Exercise description: Narrow the data below down to the lines containing "cubic".

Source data
§

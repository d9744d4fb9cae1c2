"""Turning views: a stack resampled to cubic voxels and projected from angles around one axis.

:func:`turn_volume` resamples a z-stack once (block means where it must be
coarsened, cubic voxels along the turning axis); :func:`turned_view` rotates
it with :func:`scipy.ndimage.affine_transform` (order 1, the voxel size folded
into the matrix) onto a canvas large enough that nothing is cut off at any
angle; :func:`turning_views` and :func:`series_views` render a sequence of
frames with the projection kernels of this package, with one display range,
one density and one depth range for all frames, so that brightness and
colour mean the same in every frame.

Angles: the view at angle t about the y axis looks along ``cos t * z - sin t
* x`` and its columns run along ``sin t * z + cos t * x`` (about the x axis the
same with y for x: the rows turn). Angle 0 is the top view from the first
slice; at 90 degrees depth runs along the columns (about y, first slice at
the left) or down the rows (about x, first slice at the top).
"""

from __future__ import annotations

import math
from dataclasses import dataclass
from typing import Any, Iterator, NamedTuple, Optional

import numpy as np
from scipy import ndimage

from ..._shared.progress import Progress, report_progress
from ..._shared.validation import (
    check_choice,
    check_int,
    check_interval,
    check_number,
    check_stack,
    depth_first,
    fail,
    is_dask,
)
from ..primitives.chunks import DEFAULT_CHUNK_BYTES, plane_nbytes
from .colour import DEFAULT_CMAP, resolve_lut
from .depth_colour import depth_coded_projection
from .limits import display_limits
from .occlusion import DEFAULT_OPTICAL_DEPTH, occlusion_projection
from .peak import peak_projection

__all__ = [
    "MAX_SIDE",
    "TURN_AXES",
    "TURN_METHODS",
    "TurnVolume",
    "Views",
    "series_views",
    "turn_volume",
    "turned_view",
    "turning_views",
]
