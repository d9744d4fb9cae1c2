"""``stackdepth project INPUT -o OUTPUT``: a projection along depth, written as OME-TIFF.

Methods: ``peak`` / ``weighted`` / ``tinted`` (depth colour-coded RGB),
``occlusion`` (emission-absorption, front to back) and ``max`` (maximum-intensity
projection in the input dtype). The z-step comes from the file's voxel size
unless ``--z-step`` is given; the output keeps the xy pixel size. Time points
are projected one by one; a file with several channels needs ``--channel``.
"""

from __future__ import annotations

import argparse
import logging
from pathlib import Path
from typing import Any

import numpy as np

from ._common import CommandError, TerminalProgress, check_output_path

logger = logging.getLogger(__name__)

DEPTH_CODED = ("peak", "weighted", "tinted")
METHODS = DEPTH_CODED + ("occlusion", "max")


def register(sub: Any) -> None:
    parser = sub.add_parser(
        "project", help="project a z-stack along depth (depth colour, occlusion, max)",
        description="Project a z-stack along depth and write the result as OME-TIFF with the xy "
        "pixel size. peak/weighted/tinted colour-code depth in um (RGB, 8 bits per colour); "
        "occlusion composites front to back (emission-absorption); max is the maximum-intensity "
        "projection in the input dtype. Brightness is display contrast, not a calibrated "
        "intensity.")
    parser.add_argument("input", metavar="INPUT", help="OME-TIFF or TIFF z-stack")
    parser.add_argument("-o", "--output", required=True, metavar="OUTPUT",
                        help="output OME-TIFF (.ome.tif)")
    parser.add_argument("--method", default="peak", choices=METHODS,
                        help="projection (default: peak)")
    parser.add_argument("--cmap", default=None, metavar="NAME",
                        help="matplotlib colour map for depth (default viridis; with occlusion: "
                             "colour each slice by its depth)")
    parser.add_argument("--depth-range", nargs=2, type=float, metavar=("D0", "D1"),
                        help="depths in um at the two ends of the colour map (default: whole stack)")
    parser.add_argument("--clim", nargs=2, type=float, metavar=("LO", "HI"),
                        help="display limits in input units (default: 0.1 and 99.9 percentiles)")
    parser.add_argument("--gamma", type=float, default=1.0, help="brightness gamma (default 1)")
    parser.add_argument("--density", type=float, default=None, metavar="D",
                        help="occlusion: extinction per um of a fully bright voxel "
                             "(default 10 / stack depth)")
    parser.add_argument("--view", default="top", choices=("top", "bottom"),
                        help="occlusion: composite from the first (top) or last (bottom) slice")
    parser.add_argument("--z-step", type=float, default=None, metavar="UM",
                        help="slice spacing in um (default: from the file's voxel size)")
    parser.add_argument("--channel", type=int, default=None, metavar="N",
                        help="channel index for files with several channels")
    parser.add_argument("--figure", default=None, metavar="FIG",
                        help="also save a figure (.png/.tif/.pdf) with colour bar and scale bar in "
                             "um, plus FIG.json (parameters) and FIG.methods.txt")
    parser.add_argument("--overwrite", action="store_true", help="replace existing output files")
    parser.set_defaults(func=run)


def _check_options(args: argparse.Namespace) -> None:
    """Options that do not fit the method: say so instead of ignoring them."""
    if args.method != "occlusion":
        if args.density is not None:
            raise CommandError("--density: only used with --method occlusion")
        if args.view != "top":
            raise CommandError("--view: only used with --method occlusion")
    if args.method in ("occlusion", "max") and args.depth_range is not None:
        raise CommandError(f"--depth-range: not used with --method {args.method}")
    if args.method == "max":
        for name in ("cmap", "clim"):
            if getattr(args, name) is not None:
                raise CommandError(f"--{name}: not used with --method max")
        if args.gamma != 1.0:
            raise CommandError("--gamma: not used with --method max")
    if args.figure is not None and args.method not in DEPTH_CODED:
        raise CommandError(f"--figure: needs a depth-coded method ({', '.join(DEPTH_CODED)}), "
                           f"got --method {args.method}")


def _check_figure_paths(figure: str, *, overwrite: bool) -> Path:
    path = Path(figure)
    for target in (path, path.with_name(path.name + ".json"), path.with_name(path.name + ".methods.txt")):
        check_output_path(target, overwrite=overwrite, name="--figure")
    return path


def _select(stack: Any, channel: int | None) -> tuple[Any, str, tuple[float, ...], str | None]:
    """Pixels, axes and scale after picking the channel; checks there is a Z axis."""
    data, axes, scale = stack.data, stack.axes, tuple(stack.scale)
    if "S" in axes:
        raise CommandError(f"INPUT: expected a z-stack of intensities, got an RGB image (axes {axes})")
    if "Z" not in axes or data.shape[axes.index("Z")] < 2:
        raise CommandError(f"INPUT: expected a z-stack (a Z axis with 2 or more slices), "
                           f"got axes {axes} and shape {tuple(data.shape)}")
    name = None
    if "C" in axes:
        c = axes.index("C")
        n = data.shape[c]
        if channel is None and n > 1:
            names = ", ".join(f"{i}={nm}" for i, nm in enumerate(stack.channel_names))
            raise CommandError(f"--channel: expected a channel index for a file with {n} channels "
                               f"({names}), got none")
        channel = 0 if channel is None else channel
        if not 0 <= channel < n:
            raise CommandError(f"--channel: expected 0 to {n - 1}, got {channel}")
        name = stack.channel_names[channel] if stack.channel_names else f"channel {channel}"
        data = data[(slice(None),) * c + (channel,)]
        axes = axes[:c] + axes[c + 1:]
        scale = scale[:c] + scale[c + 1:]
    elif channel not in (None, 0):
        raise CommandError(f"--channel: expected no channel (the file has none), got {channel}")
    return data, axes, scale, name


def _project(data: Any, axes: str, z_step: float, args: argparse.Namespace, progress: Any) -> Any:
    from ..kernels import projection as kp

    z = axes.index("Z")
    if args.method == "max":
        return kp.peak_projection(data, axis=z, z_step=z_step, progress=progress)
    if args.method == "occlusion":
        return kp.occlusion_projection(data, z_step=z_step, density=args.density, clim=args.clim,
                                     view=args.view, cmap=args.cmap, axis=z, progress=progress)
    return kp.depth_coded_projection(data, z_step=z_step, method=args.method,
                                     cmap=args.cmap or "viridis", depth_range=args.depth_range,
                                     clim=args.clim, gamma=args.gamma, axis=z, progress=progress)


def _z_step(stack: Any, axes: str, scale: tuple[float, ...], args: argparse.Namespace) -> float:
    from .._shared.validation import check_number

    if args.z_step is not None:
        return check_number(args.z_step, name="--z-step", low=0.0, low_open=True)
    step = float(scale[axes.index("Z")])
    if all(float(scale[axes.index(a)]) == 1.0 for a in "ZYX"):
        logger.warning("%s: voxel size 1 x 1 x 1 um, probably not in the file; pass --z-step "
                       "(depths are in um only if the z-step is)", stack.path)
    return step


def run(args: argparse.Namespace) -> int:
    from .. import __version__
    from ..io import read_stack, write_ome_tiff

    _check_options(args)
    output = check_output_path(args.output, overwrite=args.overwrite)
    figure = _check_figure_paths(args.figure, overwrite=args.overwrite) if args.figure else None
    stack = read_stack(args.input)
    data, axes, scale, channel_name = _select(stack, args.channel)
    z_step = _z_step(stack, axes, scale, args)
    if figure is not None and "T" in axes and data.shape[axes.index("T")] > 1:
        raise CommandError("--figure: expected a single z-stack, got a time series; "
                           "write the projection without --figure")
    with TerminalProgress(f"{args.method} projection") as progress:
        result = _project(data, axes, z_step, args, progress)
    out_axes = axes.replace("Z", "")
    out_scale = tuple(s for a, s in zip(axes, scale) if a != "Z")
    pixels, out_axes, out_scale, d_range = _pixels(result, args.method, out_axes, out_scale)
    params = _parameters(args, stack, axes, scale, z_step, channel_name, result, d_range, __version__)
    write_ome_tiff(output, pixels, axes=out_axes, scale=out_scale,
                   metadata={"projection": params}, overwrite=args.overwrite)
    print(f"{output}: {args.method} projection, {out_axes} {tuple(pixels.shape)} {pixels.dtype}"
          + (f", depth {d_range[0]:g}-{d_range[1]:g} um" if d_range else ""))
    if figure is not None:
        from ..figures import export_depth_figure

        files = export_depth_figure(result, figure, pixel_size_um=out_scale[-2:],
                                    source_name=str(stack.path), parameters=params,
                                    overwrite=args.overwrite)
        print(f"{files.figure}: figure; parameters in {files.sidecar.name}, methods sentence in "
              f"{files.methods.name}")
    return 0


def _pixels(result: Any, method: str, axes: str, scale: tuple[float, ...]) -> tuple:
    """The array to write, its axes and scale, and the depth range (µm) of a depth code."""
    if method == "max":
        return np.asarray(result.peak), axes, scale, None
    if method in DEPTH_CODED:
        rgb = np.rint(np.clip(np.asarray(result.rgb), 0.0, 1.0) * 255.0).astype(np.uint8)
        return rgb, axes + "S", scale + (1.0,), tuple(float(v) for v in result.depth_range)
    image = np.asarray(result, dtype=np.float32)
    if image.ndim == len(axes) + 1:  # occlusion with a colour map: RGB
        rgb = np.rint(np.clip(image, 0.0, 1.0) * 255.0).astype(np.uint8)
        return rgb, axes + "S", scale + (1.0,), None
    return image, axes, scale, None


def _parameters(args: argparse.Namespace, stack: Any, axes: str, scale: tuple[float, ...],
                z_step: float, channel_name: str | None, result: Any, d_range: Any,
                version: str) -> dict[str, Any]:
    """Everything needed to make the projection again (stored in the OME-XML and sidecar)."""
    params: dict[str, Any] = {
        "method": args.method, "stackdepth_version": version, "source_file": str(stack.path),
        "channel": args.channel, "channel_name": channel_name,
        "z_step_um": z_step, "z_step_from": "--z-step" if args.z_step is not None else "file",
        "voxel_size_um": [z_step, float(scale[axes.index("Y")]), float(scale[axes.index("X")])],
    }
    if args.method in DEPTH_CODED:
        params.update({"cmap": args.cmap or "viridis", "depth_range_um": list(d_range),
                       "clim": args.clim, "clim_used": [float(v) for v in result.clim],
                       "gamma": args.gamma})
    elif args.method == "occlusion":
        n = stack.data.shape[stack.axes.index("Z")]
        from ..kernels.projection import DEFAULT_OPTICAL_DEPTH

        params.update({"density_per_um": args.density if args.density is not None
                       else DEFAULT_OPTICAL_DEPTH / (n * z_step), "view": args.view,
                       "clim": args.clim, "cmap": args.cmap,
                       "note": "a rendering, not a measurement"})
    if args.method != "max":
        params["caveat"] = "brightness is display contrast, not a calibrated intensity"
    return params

§

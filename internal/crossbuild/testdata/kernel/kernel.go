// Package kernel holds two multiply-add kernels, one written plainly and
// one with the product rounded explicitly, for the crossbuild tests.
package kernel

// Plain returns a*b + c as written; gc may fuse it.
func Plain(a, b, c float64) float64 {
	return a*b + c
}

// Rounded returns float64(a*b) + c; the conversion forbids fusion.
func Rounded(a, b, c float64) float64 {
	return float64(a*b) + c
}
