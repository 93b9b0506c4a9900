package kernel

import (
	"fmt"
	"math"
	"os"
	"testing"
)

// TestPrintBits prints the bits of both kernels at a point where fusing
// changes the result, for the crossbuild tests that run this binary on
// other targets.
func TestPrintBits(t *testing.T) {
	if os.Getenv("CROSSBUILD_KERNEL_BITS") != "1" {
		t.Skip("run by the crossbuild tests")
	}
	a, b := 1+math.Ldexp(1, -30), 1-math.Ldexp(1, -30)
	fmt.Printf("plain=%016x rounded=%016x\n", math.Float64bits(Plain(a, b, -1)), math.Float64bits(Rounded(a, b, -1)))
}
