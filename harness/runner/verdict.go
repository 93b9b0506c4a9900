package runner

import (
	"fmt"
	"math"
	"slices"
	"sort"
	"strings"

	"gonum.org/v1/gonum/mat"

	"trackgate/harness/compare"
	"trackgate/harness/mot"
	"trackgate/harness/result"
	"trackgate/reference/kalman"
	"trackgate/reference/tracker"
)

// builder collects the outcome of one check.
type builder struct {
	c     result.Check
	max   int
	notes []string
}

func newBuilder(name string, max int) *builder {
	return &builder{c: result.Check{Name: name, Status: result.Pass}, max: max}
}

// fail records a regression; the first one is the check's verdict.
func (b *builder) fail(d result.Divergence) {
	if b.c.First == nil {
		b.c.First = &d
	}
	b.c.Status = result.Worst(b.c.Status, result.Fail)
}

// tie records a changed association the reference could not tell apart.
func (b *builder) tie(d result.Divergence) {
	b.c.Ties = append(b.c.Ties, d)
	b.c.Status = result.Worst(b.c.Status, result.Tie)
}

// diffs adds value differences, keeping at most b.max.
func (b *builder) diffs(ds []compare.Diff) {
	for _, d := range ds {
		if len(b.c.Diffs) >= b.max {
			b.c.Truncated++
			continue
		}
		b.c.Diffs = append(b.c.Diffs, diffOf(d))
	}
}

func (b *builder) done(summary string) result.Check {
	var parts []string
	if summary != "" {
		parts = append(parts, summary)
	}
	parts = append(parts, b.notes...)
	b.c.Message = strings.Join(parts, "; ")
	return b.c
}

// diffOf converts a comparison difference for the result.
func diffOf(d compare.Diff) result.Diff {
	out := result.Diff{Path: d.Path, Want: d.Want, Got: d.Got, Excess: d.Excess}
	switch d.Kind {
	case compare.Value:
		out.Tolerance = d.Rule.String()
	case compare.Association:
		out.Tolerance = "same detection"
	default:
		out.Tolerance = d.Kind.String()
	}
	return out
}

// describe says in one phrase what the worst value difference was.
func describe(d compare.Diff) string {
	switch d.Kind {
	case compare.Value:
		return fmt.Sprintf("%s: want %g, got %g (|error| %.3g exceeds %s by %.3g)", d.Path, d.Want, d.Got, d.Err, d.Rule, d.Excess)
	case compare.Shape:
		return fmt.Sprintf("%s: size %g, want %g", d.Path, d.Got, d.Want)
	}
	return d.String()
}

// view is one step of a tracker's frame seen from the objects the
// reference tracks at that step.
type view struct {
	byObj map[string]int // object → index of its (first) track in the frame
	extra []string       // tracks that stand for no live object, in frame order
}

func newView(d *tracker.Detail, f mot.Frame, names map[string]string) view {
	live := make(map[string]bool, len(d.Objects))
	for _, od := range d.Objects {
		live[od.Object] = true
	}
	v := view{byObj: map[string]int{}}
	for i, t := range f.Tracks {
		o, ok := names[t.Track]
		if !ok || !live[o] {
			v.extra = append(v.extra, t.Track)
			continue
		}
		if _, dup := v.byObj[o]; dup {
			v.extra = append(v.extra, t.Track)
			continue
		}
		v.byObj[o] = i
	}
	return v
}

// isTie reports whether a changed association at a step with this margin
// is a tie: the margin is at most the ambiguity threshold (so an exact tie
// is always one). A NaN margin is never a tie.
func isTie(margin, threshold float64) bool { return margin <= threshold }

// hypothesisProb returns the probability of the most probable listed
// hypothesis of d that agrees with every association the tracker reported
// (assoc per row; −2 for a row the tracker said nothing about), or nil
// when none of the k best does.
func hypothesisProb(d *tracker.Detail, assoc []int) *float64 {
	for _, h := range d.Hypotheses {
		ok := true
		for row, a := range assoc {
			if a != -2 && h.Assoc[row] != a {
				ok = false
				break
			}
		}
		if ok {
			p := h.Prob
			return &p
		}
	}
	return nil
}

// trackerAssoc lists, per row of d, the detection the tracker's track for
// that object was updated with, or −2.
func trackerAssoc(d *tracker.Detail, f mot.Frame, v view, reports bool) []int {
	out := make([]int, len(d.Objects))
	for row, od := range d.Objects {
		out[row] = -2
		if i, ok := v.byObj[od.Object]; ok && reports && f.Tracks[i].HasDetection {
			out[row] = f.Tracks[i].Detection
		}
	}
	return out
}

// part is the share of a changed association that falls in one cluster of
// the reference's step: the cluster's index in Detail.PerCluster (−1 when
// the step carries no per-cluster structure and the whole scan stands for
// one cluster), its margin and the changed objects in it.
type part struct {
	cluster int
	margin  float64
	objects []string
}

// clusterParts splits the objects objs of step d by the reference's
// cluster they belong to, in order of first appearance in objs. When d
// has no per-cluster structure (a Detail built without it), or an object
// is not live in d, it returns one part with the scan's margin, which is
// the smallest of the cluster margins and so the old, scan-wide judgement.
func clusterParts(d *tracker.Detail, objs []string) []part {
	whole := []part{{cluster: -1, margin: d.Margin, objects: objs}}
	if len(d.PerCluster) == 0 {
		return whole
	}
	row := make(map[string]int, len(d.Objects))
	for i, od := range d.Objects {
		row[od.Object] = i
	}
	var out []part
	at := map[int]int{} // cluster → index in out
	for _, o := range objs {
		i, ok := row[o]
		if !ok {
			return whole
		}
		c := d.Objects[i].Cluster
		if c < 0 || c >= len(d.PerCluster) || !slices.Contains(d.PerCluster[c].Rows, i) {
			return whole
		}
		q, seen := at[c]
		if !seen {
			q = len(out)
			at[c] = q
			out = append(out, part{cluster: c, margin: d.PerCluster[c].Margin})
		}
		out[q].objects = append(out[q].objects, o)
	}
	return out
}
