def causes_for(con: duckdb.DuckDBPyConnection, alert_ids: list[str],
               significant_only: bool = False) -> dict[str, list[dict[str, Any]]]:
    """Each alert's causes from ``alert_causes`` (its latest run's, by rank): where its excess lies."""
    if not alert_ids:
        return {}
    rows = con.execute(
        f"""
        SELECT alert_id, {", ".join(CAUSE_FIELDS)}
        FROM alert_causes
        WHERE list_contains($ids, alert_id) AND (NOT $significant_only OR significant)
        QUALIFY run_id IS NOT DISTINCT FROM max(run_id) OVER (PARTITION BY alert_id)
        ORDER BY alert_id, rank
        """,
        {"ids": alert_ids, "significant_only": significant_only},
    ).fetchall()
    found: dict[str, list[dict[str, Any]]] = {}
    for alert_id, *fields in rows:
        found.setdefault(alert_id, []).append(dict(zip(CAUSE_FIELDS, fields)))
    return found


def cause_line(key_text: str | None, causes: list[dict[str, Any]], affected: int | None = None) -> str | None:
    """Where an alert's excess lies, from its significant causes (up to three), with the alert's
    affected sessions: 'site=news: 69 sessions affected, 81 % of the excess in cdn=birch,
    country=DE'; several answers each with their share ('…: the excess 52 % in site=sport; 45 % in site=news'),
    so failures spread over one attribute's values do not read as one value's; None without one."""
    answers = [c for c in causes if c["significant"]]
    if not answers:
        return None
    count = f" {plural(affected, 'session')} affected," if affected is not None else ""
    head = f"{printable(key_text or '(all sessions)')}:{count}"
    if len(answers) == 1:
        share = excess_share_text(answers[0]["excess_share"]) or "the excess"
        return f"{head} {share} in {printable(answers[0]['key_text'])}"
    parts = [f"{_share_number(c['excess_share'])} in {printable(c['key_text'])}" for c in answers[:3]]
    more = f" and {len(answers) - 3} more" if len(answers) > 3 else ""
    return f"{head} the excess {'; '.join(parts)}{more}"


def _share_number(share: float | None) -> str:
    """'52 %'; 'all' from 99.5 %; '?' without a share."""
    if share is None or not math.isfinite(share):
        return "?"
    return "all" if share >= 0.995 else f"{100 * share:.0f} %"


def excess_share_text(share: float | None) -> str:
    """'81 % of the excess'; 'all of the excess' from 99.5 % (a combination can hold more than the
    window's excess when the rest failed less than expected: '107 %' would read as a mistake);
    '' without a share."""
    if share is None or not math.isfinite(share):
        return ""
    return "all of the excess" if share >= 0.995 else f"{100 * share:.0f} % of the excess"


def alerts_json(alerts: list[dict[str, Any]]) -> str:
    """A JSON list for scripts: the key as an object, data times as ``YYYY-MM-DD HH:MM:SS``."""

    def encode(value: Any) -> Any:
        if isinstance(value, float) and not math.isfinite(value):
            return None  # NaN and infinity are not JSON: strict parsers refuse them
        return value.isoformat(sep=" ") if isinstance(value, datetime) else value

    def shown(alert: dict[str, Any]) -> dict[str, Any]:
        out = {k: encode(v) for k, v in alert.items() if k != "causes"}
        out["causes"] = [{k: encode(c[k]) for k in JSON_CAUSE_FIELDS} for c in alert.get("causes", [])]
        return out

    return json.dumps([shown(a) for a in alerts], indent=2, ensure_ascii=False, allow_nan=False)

§

Written solution:
"""Turning views: a stack resampled to cubic voxels and projected from angles around one axis.
coarsened, cubic voxels along the turning axis); :func:`turned_view` rotates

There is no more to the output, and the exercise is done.